Mounting holes were seldom perfectly aligned, resulting is slightly askew base positions. Manufacturing tolerances resulted in variances in the height differences between receiver and bridge. Reticules in the early riflescopes were only in the rarest of cases exactly centered in the riflescope image. Shims were used to offset such errors and to move the reticules nearer to the centers of the image seen through a riflescope. In due course the permanently centered reticule made its debut. This development compensates for slight installation errors whilst keeping the reticule intersection in the exact centre of the field of view. It would be an understatement to say that permanently centered reticules was one of the most important and welcome steps in the development of the riflescope.

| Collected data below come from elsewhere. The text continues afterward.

def core_lines(points: np.ndarray, conn: np.ndarray, nbr: np.ndarray, tet_grads: np.ndarray, u: np.ndarray,
               min_strength: float = 0.0) -> tuple[np.ndarray, np.ndarray, np.ndarray]:
    """Vortex core lines by the reduced-velocity (eigenvector) method of Sujudi & Haimes 1995.

    Parameters
    ----------
    points : (P, 3) ndarray
        Points of the tetrahedral decomposition.
    conn, nbr : (M, 4) ndarray of int
        Tetrahedra and their face neighbours.
    tet_grads : (M, 3, 3) ndarray
        Constant velocity gradient of each tetrahedron (:meth:`GradientOperator.tet_gradients`).
    u : (P, 3) ndarray
        Point velocity.
    min_strength : float
        Tetrahedra with a smaller swirling strength hold no segment.

    Returns
    -------
    vertices : (V, 3) ndarray
        Polyline vertices, one per crossed face (the mean of the points the two tetrahedra sharing the
        face put on it).
    lengths : (L,) ndarray of int
        Vertices per polyline.
    strength : (V,) ndarray
        Mean swirling strength of the tetrahedra whose segments meet at each vertex.
    """
    m = len(conn)
    hit_face = np.empty((m, 2), np.int64)
    hit_x = np.empty((m, 2, 3))
    strength = np.empty(m)
    _core_segments(np.ascontiguousarray(points, dtype=np.float64), conn, np.ascontiguousarray(tet_grads),
                   np.ascontiguousarray(u, dtype=np.float64), float(min_strength), hit_face, hit_x, strength)
    tets = np.flatnonzero(hit_face[:, 0] >= 0)
    if tets.size == 0:
        return np.zeros((0, 3)), np.zeros(0, np.int64), np.zeros(0)
    faces = hit_face[tets].ravel()
    # one key per geometric face: the smaller of its two (tetrahedron, face) numbers
    t, f = faces // 4, faces % 4
    n = nbr[t, f].astype(np.int64)
    back = np.argmax(nbr[np.maximum(n, 0)] == t[:, None], axis=1)
    key = np.where(n >= 0, np.minimum(faces, 4 * np.maximum(n, 0) + back), faces)
    nodes, node_of = np.unique(key, return_inverse=True)
    count = np.bincount(node_of, minlength=len(nodes)).astype(float)
    xs = np.stack([np.bincount(node_of, hit_x[tets].reshape(-1, 3)[:, c], len(nodes)) for c in range(3)], axis=1)
    xs /= count[:, None]
    st = np.bincount(node_of, np.repeat(strength[tets], 2), len(nodes)) / count
    pairs = node_of.reshape(-1, 2)
    seq, lengths = _chain(len(nodes), pairs[:, 0].copy(), pairs[:, 1].copy())
    return xs[seq], lengths, st[seq]


# -------------------------------------------------------------------------------------------- volume
@njit(cache=True, nogil=True, inline="always")
def _tet_volume(p, a, b, c, d):
    return abs(_triple(p, a, b, c, d)) / 6.0


@njit(cache=True, parallel=True)
def _volume_inside(points, conn, g):
    """Volume where the linear interpolant of ``g`` is positive, exactly, summed over the tetrahedra."""
    total = 0.0
    for t in prange(conn.shape[0]):
        v = np.empty(4, np.int64)
        for k in range(4):
            v[k] = conn[t, k]
        pos = 0
        for k in range(4):
            if g[v[k]] > 0.0:
                pos += 1
        vol = 0.0
        if pos == 4:
            vol = _tet_volume(points, v[0], v[1], v[2], v[3])
        elif pos == 1 or pos == 3:
            # the lone vertex cuts a corner tetrahedron: fraction = product of the edge fractions
            lone_pos = pos == 1
            lone = 0
            for k in range(4):
                if (g[v[k]] > 0.0) == lone_pos:
                    lone = k
            frac = 1.0
            for k in range(4):
                if k != lone:
                    frac *= g[v[lone]] / (g[v[lone]] - g[v[k]])
            full = _tet_volume(points, v[0], v[1], v[2], v[3])
            vol = full * frac if lone_pos else full * (1.0 - frac)
        elif pos == 2:
            # a prism with ends (a, p_ac, p_ad) and (b, p_bc, p_bd), cut into three tetrahedra
            ia, ib, ic, id_ = -1, -1, -1, -1
            for k in range(4):
                if g[v[k]] > 0.0:
                    if ia < 0:
                        ia = k
                    else:
                        ib = k
                elif ic < 0:
                    ic = k
                else:
                    id_ = k
            q = np.empty((6, 3))
            for c in range(3):
                q[0, c] = points[v[ia], c]
                q[3, c] = points[v[ib], c]
            for (s, o, row) in ((ia, ic, 1), (ia, id_, 2), (ib, ic, 4), (ib, id_, 5)):
                r = g[v[s]] / (g[v[s]] - g[v[o]])
                for c in range(3):
                    q[row, c] = points[v[s], c] + r * (points[v[o], c] - points[v[s], c])
            vol = (_tet_volume(q, 0, 1, 2, 3) + _tet_volume(q, 1, 2, 3, 4) + _tet_volume(q, 2, 3, 4, 5))
        total += vol
    return total


def volume_inside(points: np.ndarray, conn: np.ndarray, values: np.ndarray, level: float, inside: int) -> float:
    """Volume of the region where ``inside * (values - level) > 0``, with ``values`` linear in each tetrahedron."""
    g = inside * (np.asarray(values, dtype=np.float64) - level)
    return float(_volume_inside(np.ascontiguousarray(points, dtype=np.float64), conn, g))


def join_gaps(xs: np.ndarray, lengths: np.ndarray, strength: np.ndarray, gap: float
              ) -> tuple[np.ndarray, np.ndarray, np.ndarray]:
    """Join core-line pieces whose ends lie within ``gap`` of each other, nearest pairs first.

    The reduced-velocity method works cell by cell with each cell's own eigenvector, so where the
    eigenvector turns from cell to cell the crossing points two neighbours put on their shared face differ
    and a line breaks into pieces (a known property of the method, Sujudi & Haimes 1995); bridging gaps of
    about a cell restores the line. Each end joins at most one other end, and no loop is closed.
    """
    from scipy.spatial import cKDTree

    n = len(lengths)
    if n < 2:
        return xs, lengths, strength
    first = np.concatenate([[0], np.cumsum(lengths)[:-1]])
    last = first + lengths - 1
    ends = np.concatenate([xs[first], xs[last]])  # end e: piece e % n, at its start (e < n) or end
    pairs = np.array(sorted(cKDTree(ends).query_pairs(gap, output_type="ndarray").tolist(),
                            key=lambda p: float(np.linalg.norm(ends[p[0]] - ends[p[1]]))), dtype=np.int64).reshape(-1, 2)
    partner = np.full(2 * n, -1, np.int64)
    root = np.arange(n)

    def find(i: int) -> int:
        while root[i] != i:
            root[i] = root[root[i]]
            i = root[i]
        return i

    for a, b in pairs:  # few pieces (tens to hundreds per frame): a plain loop over candidate joins
        if partner[a] >= 0 or partner[b] >= 0:
            continue
        ra, rb = find(a % n), find(b % n)
        if ra == rb:
            continue
        partner[a], partner[b] = b, a
        root[ra] = rb
    out_x, out_s, out_n = [], [], []
    done = np.zeros(n, bool)
    for start in range(n):
        # begin at a piece with a free end (every group has one: no loops are made)
        if done[start] or (partner[start] >= 0 and partner[start + n] >= 0):
            continue
        piece, forward = start, partner[start] < 0  # walk away from the free end
        xs_g, st_g = [], []
        while True:
            done[piece] = True
            sl = slice(first[piece], last[piece] + 1)
            px, ps = (xs[sl], strength[sl]) if forward else (xs[sl][::-1], strength[sl][::-1])
            xs_g.append(px)
            st_g.append(ps)
            exit_end = piece + n if forward else piece
            nxt = partner[exit_end]
            if nxt < 0:
                break
            piece, forward = nxt % n, nxt < n
        out_x.append(np.concatenate(xs_g))
        out_s.append(np.concatenate(st_g))
        out_n.append(len(out_x[-1]))
    # closed loops from the chaining itself are pieces with no partners: already handled above
    return np.concatenate(out_x), np.asarray(out_n, dtype=np.int64), np.concatenate(out_s)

At the outbreak of the Second World War American riflescopes had become adjustable on both planes. This was not the case with European riflescopes, though. Today we are fortunate in that apart from having riflescopes which are internally adjustable on both planes, we also have adjustable mounts which allow lateral movement of the riflescope’s rear without warping it. Minute and extremely accurate adjustments are, therefore, possible nowadays.